Beyond the Tarmac - Aviation Page
Dozens of airlines have disappeared or filed for bankruptcy since the Covid-19 pandemic outbreak last year, which tore through in a tumultuous, unprecedented way -- leaving carriers in a deep hole, along with a constellation of aerospace manufacturers, airports and leasing firms.
More carriers are reportedly on life support, in danger of even getting swallowed by stronger players.
Airlines raised record amounts of money in 2020, according to Bloomberg, which estimates that more will be required in 2021. Stock sales and debt conversions will take on a greater importance as companies try to restore balance sheets to health.
Governments, which ponied up $220bn in state aid last year according to Moody’s, will continue to play a role.
According to the International Civil Aviation Organisation (ICAO), globally, the airline industry would have suffered $371bn in gross passenger operating revenues last year.
And there was an overall reduction of 50% of seats offered by airlines and reduction of 2.7bn passengers (-60%) in 2020, ICAO said recently.
Deep industry losses will continue into 2021, even though performance may improve over a period of time, global trade body of airlines -- IATA said.
A net loss of $38.7bn is expected in 2021 (deeper than the $15.8bn forecast in June), IATA noted.
In 2020, international passenger demand was down by 75%, domestic demand by nearly half, IATA data reveal. Air cargo fared better with the decline limited to 10%. That is making it a revenue lifeline for many airlines and routes.
Air passenger traffic measured by revenue passenger-kilometers plunged by 66% in 2020, which was the biggest shock that the aviation industry has experienced. Following the initial unprecedented shock, air traffic recovered gradually from the low point in April.
However, the recovery has stagnated after new waves of Covid-19 cases started in October.
The emergence of new virus variants made governments to take a more risk-averse approach, indicating a more challenging year ahead.
Governments reacted strongly by imposing new travel restrictions, and forward travel bookings have been falling sharply since late-December.

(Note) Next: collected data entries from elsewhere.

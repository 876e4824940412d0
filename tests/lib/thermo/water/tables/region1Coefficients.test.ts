import { describe, expect, it } from "vitest";
import { REGION1_GIBBS, REGION1_P_HS, REGION1_T_PH, REGION1_T_PS } from "../../../../../lib/thermo/water/tables/region1Coefficients.js";

// Term counts as printed in the IAPWS tables named in the source file (counts from memory of the tables,
// and each table also passes its verification values in the region tests).
describe("region1Coefficients", () => {
  it("region1Coefficients tables have the printed number of terms and equal-length I, J, n", () => {
    const tables: [{ I: readonly number[]; J: readonly number[]; n: readonly number[] }, number, boolean][] = [
      [REGION1_GIBBS, 34, true], // Table 2
      [REGION1_T_PH, 20, true], // Table 6
      [REGION1_T_PS, 20, true], // Table 8
      [REGION1_P_HS, 19, true], // SR2-01 Table 2
    ];
    for (const [t, count, hasI] of tables) {
      expect(t.n.length).toBe(count);
      expect(t.J.length).toBe(count);
      expect(t.I.length).toBe(hasI ? count : 0);
      expect(t.n.every((v) => Number.isFinite(v) && v !== 0)).toBe(true);
    }
  });
});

With the Covid-19 vaccination programmes being rolled out in many developed countries, industry captains now expect a steeper recovery of passenger demand to start in Q3, 2021.
“We need to get borders safely re-opened without quarantine so that people will fly again. Where barriers have been removed, travel rebounded. And with airlines expected to bleed cash at least until the fourth quarter of 2021 there is no time to lose,” said Alexandre de Juniac, IATA’s Director General and CEO.
The Covid-19 crisis challenged the industry for its very survival in 2020. In the face of a half trillion-dollar revenue drop (from $838bn in 2019 to $328bn) airlines cut costs by $365bn (from $795bn in 2019 to $430bn in 2020).
“The history books will record 2020 as the industry’s worst financial year, bar none. Airlines cut expenses by an average of a billion dollars a day over 2020 and will still rack-up unprecedented losses. Were it not for the $173bn in financial support by governments we would have seen bankruptcies on a massive scale,” said de Juniac.
On the assumption that there is some opening of borders by mid-2021 (either through testing or growing availability of a vaccine), overall revenues are expected to grow to $459bn ($131bn improvement on 2020, but still 45% below the $838bn achieved in 2019), IATA noted.
In comparison, costs are only expected to rise by $61bn, delivering overall improved financial performance. Airlines will still lose, however, $13.78 for each passenger carried. By the end of 2021 stronger revenues will improve the situation, but the first half of next year still looks extremely challenging.
Passenger numbers are expected to grow to 2.8bn in 2021. That would be a billion more travellers than in 2020, but still 1.7bn travellers short of 2019 performance.
Passenger yields are expected to be flat and the load factor may improve to 72.7% (an improvement on the 65.5% expected for 2020, but still well below the 82.5% achieved in 2019).
The cargo side of the business is expected to continue with strong performance. Improved business confidence and the important role that air cargo should play in vaccine distribution is expected to see cargo volumes grow to 61.2mn tonnes (up from 54.2mn tonnes in 2020 and essentially matching the 61.3mn tonnes carried in 2019).
A continued capacity crunch due to the slow reintroduction of belly capacity from passenger services combined with a higher proportion of time and temperature sensitive cargo (vaccines) will see a further 5% increase in yields. This will contribute to strong performance in cargo revenues which are expected to grow to a historic high of $139.8bn.
Clearly, the nightmare year of 2020 brought the airline industry’s first decade of sustained profitability to a shuddering halt.
While the industry will see improved performance in 2021 compared to 2020, the road to recovery may be long and difficult.
But the good news is the thirst for the freedom to fly has not been overcome by the current unprecedented global crisis.
*Pratap John is Business Editor at Gulf Times.